I’m going to try and explain this without being too confusing, but…
I’m essentially looking for a way to imitate the way one-sided planes render, but with 3D objects - meaning I want to be able to see through the object from one side, but have it render on the other.
The use case for this is hallway walls in an isometric game. I want the player to be able to see the floor and enemies through walls when view from the back side, but then have the front side render when looking down the hallway (see images for example).
I was using planes for this because it gave me the exact behavior I wanted, but when I started using more complex shapes to make the level, you know, interesting, I started running into issues.
The primary issue is that any surface that’s even sort of rotated backward in the direction of the camera will render - you can see this most clearly at the bottom of the second image. The horizontal gold stripe running down the middle of the floor is actually a strip of gold on the walls facing away from the camera, but the strip is angled slightly back toward the camera to give it some contouring.
A solution I had in mind for this was to use a dot product to see whether the camera was in front of the wall or not - if it isn’t, turn off the mesh renderer entirely - if it is, turn it back on. However, just in this scene alone, which is just a test scene, there are 71 small sections of wall that would all individually have to do this check regularly - and even if I grouped them up by sections of wall, we’re already talking about 17 sections and I’m not convinced that the dot product solution will scale to a production-sized level.
It feels like there ought to be a better solution to this - maybe something shader graphy, but my shader graph skills are admittedly not strong enough to be able to puzzle out the solution alone.
Dot products are super cheap. Unity is doing significantly more expensive operations on every single game object in the scene every frame to check if the bounds are in view or not. Adding a dot product on top of that isn’t really going to be an issue. It may even save you some time per frame to skip having to render those objects.
The main thing is you probably want to setup some kind of manager that handles this, maybe using c# jobs, rather than running the dot product in an LateUpdate for every frame. If you do that you can probably handle a few hundred thousand of these kinds of checks per frame without a noticeable problem.

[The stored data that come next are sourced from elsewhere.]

// TfIdfVectorizer. Outside check: onnxruntime-node (graph optimizations off) on seeded random token rows, pools
// of 1- and 2-grams, gram length ranges, skip counts and every mode.
import { describe, it } from 'vitest';
import { fs } from '../helpers/build.js';
import { SEEDS, T, randInt, rng, vsOrt } from './ort-compare.js';

describe('TfIdfVectorizer (outside check: onnxruntime-node)', () => {
  it('1-D and 2-D input, TF/IDF/TFIDF, skips 0-2', async () => {
    for (const seed of SEEDS) {
      const r = rng(seed);
      const uni = [...new Set(randInt(r, 4, 0, 6))];
      const bi: number[] = [];
      const seen = new Set<string>();
      for (let t = 0; t < 4; t++) {
        const g = randInt(r, 2, 0, 6);
        if (!seen.has(g.join())) { seen.add(g.join()); bi.push(...g); }
      }
      const count = uni.length + bi.length / 2;
      const indexes = Array.from({ length: count }, (_, i) => i);
      for (let i = count - 1; i > 0; i--) { const j = Math.floor(r() * (i + 1)); [indexes[i], indexes[j]] = [indexes[j]!, indexes[i]!]; }
      const rows = r() < 0.5 ? [] : [1 + Math.floor(r() * 3)];
      const C = 3 + Math.floor(r() * 8);
      const dims = [...rows, C];
      const x = { name: 'x', dims, data: randInt(r, dims.reduce((a, b) => a * b, 1), 0, 6), type: T.INT64 };
      for (const mode of ['TF', 'IDF', 'TFIDF']) {
        const attrs = {
          mode, min_gram_length: 1 + Math.floor(r() * 2), max_gram_length: 2, max_skip_count: Math.floor(r() * 3),
          ngram_counts: [0, uni.length], ngram_indexes: indexes, pool_int64s: [...uni, ...bi],
          ...(mode === 'TF' ? {} : { weights: fs(Array.from({ length: count }, () => 0.5 + r())) }),
        };
        await vsOrt('TfIdfVectorizer', 9, [x], attrs);
      }
    }
  });
});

That said, doing it with a shader isn’t a terrible idea either. There are nodes to get the object’s position, and you can transform a Vector3 from object to world space to get the world space “front” direction. Then there are nodes for getting the world space camera position, and a dot product node. And that’s all of the parts you need. The best option for hiding the mesh cheaply would be to override the Vertex Position with a hardcoded value, like Vector3(0,0,0), if the dot product fails (using Comparison and Branch nodes).